**** RECORDS ****

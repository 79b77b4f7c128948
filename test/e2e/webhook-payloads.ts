/**
 * Real example event payloads, as GitHub sends them (the `@octokit/webhooks-examples` package,
 * collected from GitHub's own webhook deliveries), so the action is driven with what the runner
 * puts in GITHUB_EVENT_PATH rather than with this project's reading of it. `schedule` has no
 * webhook payload; its runs carry only `{ "schedule": "<cron>" }` plus the repository.
 */
import { createRequire } from 'node:module';

type Payload = Record<string, unknown>;
interface WebhookExamples {
  name: string;
  examples: Payload[];
}

const require = createRequire(import.meta.url);
const all = require('@octokit/webhooks-examples/api.github.com/index.json') as WebhookExamples[];

/**
 * A fresh copy of the first example of `event` (with `action`, when given) that `accept` takes.
 * @throws when the package holds no such example (a test written against another version).
 */
export function examplePayload(event: string, action?: string, accept: (p: Payload) => boolean = () => true): Payload {
  const found = all
    .find((e) => e.name === event)
    ?.examples.find((p) => (action === undefined || p.action === action) && accept(p));
  if (found === undefined)
    throw new Error(`@octokit/webhooks-examples has no ${event}${action ? `.${action}` : ''} example`);
  return structuredClone(found);
}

****

▶ [WORK ITEM]: Exact retyping is needed for the line with "name: string;" and for each line after it through the end of the listing above; no other lines belong.

▶ [WRITTEN RESPONSE]:
  name: string;
  examples: Payload[];
}

const require = createRequire(import.meta.url);
const all = require('@octokit/webhooks-examples/api.github.com/index.json') as WebhookExamples[];

/**
 * A fresh copy of the first example of `event` (with `action`, when given) that `accept` takes.
 * @throws when the package holds no such example (a test written against another version).
 */
export function examplePayload(event: string, action?: string, accept: (p: Payload) => boolean = () => true): Payload {
  const found = all
    .find((e) => e.name === event)
    ?.examples.find((p) => (action === undefined || p.action === action) && accept(p));
  if (found === undefined)
    throw new Error(`@octokit/webhooks-examples has no ${event}${action ? `.${action}` : ''} example`);
  return structuredClone(found);
}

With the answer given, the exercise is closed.